The response must be made up of the lines in the entries below that contain "sideways".

==*==

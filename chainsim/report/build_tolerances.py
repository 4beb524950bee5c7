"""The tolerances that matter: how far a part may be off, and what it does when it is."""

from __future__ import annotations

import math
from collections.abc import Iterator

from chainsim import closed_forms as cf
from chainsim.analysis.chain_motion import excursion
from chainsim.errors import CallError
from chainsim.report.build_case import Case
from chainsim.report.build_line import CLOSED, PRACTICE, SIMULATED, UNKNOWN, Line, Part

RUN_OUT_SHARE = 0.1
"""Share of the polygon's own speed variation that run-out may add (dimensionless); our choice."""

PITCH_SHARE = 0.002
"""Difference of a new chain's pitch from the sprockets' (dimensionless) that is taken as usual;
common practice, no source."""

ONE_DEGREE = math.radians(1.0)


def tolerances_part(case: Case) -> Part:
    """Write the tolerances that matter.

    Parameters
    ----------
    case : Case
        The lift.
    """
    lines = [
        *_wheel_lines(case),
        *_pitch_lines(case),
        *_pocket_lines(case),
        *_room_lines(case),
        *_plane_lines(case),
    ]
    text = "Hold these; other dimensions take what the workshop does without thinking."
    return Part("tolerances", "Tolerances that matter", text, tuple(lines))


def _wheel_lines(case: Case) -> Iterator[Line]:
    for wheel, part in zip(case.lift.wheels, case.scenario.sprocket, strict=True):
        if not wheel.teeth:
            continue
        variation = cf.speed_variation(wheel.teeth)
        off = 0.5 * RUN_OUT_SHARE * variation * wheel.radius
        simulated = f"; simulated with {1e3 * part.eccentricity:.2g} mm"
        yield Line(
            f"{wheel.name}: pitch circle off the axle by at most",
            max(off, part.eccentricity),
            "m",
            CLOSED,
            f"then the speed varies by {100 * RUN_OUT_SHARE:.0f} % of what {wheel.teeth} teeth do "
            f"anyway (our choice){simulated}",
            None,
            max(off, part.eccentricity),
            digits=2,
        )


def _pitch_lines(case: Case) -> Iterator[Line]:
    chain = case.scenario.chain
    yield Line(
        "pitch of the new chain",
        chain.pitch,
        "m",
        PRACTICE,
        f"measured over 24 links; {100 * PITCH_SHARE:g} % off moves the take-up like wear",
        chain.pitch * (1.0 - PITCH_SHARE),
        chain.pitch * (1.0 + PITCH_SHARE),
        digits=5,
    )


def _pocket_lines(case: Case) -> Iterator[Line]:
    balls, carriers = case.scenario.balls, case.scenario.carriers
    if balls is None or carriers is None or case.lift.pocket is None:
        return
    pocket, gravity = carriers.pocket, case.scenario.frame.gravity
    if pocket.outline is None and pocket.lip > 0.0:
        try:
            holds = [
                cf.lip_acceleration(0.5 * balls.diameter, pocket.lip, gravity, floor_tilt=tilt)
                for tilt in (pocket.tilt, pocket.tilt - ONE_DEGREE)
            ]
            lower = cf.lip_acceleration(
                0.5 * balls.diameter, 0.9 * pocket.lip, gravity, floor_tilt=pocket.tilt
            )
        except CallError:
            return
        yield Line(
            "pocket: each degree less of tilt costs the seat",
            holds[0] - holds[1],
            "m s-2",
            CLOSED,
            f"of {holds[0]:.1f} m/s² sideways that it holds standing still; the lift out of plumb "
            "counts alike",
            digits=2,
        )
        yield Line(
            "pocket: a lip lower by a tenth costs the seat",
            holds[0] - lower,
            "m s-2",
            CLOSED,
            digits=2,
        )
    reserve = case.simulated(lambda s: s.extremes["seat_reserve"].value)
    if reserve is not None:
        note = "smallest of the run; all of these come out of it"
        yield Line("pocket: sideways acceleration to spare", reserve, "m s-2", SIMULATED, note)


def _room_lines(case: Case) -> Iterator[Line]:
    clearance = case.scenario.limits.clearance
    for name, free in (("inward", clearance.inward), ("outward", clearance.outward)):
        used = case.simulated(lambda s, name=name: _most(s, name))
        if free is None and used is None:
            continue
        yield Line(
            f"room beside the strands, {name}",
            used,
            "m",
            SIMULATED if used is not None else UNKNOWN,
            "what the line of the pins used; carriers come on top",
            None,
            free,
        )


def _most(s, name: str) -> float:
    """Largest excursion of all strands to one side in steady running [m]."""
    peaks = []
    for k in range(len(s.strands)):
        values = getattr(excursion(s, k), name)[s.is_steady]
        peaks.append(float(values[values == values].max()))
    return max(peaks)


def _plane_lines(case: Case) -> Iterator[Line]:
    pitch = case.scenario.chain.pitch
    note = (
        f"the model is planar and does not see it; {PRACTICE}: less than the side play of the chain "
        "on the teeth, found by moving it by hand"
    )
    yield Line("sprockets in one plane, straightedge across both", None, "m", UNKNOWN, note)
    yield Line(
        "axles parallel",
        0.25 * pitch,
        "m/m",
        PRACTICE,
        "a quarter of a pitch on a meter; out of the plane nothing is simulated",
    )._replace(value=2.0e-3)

==*==

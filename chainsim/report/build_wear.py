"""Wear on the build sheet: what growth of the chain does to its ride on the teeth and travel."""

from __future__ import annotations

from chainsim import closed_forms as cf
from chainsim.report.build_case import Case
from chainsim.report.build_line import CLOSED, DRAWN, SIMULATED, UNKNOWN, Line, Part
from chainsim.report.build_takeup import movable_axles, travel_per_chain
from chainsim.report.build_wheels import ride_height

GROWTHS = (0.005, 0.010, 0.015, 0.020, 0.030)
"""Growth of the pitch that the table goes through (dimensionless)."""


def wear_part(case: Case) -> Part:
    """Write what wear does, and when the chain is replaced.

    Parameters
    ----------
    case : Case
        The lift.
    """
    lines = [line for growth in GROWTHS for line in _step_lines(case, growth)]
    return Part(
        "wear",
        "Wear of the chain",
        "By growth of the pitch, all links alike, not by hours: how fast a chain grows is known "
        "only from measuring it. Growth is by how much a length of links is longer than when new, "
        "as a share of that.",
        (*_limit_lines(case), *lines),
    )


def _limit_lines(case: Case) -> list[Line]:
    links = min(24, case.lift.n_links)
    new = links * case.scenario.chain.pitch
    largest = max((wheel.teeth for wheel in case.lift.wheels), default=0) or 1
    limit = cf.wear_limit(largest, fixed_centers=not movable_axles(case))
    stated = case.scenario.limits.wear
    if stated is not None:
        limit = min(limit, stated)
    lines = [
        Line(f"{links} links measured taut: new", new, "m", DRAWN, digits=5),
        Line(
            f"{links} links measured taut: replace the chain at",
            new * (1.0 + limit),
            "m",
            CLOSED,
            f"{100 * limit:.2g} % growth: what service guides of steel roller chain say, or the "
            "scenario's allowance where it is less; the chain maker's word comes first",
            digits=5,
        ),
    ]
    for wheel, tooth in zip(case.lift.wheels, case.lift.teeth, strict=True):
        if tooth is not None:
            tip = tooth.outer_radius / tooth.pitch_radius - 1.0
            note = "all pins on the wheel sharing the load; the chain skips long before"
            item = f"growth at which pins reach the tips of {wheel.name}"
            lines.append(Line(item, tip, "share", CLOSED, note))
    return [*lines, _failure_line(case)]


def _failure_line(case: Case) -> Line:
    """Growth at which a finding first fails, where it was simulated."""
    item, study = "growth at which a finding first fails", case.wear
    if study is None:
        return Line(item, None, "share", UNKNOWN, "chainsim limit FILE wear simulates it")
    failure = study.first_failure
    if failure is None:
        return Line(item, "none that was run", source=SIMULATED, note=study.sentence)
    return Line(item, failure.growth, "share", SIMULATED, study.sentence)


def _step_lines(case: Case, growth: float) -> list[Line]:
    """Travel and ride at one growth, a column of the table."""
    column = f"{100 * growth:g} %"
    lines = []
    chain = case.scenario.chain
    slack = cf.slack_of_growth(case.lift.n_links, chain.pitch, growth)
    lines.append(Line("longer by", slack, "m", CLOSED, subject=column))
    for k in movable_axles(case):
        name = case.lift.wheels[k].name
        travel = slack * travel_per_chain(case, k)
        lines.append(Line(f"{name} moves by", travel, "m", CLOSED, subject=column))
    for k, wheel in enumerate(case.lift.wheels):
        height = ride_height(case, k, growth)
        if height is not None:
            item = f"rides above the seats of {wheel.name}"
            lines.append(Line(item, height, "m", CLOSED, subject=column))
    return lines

==*==

[Task solution]:
            f"of {holds[0]:.1f} m/s² sideways that it holds standing still; the lift out of plumb "
        yield Line("pocket: sideways acceleration to spare", reserve, "m s-2", SIMULATED, note)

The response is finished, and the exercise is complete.